▶ Data section
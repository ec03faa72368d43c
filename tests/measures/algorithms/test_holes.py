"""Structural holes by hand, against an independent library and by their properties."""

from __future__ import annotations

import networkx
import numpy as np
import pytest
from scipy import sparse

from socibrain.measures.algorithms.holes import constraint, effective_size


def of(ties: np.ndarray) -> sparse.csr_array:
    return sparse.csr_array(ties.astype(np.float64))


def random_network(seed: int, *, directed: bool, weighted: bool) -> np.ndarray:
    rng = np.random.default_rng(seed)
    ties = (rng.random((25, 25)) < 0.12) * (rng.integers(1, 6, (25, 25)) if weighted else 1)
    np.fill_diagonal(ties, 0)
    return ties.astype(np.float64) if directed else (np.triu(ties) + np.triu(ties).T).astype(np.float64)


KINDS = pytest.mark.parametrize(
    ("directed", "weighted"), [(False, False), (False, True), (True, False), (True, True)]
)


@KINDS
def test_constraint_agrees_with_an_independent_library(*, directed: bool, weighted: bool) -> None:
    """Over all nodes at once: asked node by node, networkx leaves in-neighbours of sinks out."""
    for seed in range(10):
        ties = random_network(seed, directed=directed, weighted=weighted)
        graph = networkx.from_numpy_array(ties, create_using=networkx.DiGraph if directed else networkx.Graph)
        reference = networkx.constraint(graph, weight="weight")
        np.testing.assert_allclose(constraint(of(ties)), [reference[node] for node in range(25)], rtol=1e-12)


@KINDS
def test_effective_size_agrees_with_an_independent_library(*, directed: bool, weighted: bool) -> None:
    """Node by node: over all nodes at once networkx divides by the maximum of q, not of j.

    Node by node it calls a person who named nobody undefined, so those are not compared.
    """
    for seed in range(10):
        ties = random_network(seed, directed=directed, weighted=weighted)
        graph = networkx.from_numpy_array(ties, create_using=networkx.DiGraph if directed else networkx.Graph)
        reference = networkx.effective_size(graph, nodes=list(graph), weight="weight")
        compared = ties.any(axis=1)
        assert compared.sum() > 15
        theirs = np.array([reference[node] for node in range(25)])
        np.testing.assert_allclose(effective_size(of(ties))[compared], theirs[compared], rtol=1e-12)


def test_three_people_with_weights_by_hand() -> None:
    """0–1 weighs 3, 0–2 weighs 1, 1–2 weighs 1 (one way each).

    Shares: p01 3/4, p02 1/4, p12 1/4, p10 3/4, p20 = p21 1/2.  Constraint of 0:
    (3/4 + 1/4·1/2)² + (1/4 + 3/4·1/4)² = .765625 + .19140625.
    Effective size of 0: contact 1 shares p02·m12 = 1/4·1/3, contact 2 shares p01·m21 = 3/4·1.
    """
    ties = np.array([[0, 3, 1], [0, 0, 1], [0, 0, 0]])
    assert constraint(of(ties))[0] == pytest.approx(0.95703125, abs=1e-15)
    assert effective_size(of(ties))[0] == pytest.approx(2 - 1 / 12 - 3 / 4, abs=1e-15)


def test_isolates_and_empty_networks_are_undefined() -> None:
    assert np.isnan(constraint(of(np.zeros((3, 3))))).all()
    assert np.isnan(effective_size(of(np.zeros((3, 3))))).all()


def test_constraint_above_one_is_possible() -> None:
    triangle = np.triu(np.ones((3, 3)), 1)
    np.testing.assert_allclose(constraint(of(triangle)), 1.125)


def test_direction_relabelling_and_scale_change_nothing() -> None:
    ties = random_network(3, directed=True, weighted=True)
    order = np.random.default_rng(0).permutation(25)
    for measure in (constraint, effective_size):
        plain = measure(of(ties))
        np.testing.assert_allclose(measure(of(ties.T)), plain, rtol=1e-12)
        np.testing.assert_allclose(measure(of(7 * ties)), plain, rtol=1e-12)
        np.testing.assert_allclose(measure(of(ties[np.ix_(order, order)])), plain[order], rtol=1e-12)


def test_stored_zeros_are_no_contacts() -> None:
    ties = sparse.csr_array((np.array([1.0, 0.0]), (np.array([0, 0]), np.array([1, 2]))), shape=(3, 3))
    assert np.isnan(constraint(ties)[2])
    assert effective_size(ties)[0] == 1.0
---
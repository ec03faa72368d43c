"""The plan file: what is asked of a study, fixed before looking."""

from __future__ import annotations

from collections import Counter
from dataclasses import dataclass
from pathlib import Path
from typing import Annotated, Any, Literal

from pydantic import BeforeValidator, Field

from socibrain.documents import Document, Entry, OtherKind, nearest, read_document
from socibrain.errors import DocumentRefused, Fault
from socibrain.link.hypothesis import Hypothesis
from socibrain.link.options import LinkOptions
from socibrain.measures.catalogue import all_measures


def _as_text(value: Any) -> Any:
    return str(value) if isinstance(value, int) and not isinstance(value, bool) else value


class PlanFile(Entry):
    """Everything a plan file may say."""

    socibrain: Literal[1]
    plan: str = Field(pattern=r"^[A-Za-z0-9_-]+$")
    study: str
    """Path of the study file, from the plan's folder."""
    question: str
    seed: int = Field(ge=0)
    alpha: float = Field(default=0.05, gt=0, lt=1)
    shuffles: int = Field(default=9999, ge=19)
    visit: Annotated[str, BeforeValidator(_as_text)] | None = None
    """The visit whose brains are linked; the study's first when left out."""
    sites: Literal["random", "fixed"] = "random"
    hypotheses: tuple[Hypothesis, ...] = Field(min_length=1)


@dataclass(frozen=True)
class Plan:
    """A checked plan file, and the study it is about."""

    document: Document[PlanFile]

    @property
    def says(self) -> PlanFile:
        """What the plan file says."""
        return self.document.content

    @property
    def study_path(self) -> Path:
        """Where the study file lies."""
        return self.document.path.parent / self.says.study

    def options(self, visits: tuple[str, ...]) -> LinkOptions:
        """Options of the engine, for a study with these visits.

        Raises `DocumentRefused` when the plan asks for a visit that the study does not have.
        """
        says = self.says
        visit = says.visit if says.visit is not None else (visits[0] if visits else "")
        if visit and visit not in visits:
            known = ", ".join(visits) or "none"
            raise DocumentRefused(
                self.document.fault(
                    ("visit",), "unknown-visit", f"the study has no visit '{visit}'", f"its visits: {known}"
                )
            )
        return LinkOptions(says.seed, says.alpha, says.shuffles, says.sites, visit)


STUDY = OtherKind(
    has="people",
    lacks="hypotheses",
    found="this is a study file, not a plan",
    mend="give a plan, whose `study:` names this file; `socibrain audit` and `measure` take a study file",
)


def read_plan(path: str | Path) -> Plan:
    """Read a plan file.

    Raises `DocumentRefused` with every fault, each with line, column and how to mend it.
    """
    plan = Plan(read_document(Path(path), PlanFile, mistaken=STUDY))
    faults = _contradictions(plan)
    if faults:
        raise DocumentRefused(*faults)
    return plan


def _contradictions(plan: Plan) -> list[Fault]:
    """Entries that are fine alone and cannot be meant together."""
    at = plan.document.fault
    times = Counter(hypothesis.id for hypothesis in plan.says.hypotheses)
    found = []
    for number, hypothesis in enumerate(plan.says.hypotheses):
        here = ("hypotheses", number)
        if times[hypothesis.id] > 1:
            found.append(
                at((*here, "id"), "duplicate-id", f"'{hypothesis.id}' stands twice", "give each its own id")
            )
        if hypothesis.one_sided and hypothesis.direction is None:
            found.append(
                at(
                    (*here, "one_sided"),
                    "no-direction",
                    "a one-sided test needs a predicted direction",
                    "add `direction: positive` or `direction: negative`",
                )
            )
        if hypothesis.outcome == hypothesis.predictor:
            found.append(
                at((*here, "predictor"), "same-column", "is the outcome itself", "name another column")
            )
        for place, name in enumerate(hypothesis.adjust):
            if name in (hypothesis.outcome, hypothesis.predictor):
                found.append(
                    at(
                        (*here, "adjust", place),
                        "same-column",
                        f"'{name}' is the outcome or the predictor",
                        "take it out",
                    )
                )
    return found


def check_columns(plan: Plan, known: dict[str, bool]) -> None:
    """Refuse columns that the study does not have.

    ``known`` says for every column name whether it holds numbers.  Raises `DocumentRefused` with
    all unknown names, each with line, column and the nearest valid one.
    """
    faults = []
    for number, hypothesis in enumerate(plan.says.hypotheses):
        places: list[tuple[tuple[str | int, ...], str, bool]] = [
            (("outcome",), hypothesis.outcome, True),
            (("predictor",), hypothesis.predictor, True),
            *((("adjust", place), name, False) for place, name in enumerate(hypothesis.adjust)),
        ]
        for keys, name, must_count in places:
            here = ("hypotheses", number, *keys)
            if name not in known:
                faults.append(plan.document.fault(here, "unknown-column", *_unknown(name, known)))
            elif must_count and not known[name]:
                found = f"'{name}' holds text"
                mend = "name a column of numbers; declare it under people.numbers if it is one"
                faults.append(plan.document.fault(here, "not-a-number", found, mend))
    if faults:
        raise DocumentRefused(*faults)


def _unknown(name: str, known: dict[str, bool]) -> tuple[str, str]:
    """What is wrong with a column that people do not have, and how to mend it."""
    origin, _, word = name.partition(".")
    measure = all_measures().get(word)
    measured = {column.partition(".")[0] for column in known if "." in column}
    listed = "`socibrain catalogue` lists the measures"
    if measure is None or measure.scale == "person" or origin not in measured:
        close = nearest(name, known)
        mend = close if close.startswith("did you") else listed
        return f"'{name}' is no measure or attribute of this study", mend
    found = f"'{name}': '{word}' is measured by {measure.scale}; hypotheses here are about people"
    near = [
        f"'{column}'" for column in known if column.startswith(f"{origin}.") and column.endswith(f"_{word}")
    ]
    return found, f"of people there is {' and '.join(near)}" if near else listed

▶ Problem description
From the material above, copy exactly the lines between the line holding "if times[hypothesis.id] >" and the line holding "a column of", inclusive, and only those.

▶ Response area
        if times[hypothesis.id] > 1:
            found.append(
                at((*here, "id"), "duplicate-id", f"'{hypothesis.id}' stands twice", "give each its own id")
            )
        if hypothesis.one_sided and hypothesis.direction is None:
            found.append(
                at(
                    (*here, "one_sided"),
                    "no-direction",
                    "a one-sided test needs a predicted direction",
                    "add `direction: positive` or `direction: negative`",
                )
            )
        if hypothesis.outcome == hypothesis.predictor:
            found.append(
                at((*here, "predictor"), "same-column", "is the outcome itself", "name another column")
            )
        for place, name in enumerate(hypothesis.adjust):
            if name in (hypothesis.outcome, hypothesis.predictor):
                found.append(
                    at(
                        (*here, "adjust", place),
                        "same-column",
                        f"'{name}' is the outcome or the predictor",
                        "take it out",
                    )
                )
    return found


def check_columns(plan: Plan, known: dict[str, bool]) -> None:
    """Refuse columns that the study does not have.

    ``known`` says for every column name whether it holds numbers.  Raises `DocumentRefused` with
    all unknown names, each with line, column and the nearest valid one.
    """
    faults = []
    for number, hypothesis in enumerate(plan.says.hypotheses):
        places: list[tuple[tuple[str | int, ...], str, bool]] = [
            (("outcome",), hypothesis.outcome, True),
            (("predictor",), hypothesis.predictor, True),
            *((("adjust", place), name, False) for place, name in enumerate(hypothesis.adjust)),
        ]
        for keys, name, must_count in places:
            here = ("hypotheses", number, *keys)
            if name not in known:
                faults.append(plan.document.fault(here, "unknown-column", *_unknown(name, known)))
            elif must_count and not known[name]:
                found = f"'{name}' holds text"
                mend = "name a column of numbers; declare it under people.numbers if it is one"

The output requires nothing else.